## Source material
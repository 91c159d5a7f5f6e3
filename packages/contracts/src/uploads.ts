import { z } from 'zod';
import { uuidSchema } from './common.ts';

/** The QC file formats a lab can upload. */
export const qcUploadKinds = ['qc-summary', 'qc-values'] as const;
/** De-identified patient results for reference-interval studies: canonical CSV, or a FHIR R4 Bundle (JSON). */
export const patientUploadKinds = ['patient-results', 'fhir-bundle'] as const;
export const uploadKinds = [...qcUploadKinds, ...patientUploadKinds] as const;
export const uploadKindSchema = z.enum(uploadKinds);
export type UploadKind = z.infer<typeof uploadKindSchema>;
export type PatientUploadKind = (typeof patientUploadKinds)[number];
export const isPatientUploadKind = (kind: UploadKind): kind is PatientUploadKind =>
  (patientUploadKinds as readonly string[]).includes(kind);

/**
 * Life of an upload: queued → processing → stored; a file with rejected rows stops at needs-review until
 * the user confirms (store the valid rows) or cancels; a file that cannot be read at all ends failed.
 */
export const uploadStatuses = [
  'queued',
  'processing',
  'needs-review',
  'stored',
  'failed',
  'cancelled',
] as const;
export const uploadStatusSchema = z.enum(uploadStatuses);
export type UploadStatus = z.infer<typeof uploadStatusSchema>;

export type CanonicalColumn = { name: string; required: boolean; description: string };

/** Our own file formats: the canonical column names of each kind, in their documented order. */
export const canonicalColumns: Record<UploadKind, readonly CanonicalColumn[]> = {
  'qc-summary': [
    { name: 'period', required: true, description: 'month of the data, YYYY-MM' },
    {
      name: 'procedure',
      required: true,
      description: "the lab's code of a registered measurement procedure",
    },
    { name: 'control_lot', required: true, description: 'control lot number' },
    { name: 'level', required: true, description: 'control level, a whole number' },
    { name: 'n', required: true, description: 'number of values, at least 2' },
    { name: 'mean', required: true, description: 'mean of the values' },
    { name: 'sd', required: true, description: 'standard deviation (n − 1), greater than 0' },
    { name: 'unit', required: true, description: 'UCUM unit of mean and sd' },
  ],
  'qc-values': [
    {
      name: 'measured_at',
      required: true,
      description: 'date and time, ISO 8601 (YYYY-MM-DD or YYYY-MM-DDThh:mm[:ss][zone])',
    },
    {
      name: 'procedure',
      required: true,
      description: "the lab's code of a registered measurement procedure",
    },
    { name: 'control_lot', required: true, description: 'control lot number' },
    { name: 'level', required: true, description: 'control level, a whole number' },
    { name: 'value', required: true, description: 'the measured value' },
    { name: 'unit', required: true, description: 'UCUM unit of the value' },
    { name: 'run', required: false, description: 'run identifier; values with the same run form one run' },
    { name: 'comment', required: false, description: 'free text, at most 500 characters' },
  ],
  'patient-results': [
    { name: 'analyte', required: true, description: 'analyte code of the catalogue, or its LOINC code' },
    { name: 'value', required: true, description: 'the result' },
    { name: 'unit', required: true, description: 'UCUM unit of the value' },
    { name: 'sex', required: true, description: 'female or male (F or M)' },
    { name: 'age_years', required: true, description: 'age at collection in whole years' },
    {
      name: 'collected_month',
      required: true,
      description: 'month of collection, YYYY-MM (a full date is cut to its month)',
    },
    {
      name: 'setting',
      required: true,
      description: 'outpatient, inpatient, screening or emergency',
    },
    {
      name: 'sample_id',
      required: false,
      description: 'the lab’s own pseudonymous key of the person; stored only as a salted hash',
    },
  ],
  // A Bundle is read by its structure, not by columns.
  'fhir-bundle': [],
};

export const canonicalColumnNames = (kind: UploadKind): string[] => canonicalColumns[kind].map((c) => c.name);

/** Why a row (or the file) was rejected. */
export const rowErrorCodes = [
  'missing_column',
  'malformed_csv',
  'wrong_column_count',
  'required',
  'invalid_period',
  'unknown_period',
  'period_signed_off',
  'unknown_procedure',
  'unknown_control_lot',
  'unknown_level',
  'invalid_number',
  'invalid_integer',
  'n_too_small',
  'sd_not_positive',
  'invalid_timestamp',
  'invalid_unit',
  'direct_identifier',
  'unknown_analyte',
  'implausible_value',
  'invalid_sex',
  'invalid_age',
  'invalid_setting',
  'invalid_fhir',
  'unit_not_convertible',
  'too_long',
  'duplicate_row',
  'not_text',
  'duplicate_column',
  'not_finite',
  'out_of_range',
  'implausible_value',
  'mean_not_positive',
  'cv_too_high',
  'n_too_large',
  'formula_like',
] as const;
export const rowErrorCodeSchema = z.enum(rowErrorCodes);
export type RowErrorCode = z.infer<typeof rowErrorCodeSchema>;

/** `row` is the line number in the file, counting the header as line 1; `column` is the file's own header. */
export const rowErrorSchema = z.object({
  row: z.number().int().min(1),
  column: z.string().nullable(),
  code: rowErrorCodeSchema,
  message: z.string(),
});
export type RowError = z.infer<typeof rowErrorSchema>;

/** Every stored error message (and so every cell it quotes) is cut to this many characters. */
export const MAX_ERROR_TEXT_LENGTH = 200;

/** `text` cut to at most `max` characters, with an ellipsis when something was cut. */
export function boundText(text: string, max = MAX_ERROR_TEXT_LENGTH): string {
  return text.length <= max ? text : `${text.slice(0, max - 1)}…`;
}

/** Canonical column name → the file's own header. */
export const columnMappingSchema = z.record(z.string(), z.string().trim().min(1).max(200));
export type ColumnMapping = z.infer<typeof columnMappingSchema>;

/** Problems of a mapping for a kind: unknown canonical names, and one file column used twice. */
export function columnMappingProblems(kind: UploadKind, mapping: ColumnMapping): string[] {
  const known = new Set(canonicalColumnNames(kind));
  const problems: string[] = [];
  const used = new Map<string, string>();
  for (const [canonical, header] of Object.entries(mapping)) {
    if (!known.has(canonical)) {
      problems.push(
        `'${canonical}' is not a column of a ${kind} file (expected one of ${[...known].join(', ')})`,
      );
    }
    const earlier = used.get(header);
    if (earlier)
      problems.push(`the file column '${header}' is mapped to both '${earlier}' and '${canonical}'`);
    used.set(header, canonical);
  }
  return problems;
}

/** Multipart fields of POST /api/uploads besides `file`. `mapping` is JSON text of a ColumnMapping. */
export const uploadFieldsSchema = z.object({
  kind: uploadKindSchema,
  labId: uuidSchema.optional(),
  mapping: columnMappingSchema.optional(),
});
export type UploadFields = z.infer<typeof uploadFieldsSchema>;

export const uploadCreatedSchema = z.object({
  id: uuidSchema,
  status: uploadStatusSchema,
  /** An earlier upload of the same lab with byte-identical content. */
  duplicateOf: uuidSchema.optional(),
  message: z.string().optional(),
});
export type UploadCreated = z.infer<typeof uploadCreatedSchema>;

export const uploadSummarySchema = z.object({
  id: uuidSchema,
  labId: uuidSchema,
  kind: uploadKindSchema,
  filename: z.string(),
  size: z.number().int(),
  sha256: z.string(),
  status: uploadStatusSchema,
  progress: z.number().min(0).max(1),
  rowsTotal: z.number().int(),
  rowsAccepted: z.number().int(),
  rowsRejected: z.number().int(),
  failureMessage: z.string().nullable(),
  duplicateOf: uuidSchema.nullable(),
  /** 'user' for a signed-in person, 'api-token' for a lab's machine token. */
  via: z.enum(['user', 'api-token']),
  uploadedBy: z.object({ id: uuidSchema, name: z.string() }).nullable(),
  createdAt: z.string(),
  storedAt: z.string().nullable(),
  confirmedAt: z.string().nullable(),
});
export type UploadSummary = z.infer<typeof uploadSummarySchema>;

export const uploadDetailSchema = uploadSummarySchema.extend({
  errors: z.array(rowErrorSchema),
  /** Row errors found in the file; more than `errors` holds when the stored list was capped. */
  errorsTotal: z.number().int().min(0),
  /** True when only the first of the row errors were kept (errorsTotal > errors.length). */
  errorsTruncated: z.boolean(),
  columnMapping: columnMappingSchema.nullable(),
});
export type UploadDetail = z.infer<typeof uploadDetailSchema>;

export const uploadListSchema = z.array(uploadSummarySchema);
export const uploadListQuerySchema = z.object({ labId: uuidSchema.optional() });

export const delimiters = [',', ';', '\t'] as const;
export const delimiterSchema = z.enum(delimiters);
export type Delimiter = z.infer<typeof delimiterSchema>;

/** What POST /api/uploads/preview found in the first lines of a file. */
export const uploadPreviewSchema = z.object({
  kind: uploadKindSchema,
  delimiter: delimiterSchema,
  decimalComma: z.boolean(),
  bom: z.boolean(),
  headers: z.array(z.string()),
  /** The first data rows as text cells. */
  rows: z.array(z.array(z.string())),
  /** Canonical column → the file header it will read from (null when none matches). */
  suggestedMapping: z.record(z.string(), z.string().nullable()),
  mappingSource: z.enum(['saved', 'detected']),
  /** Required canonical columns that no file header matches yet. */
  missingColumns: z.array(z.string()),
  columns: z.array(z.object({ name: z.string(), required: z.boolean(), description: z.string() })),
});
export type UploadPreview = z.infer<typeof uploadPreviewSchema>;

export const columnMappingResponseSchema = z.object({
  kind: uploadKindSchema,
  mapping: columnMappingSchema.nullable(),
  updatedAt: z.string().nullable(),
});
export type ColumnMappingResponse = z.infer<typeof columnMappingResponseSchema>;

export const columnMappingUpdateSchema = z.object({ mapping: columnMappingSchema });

## What the exercise asks
What is the number of lines above that contain "patientUploadKinds"? Answer with that number only.

## Written answer
4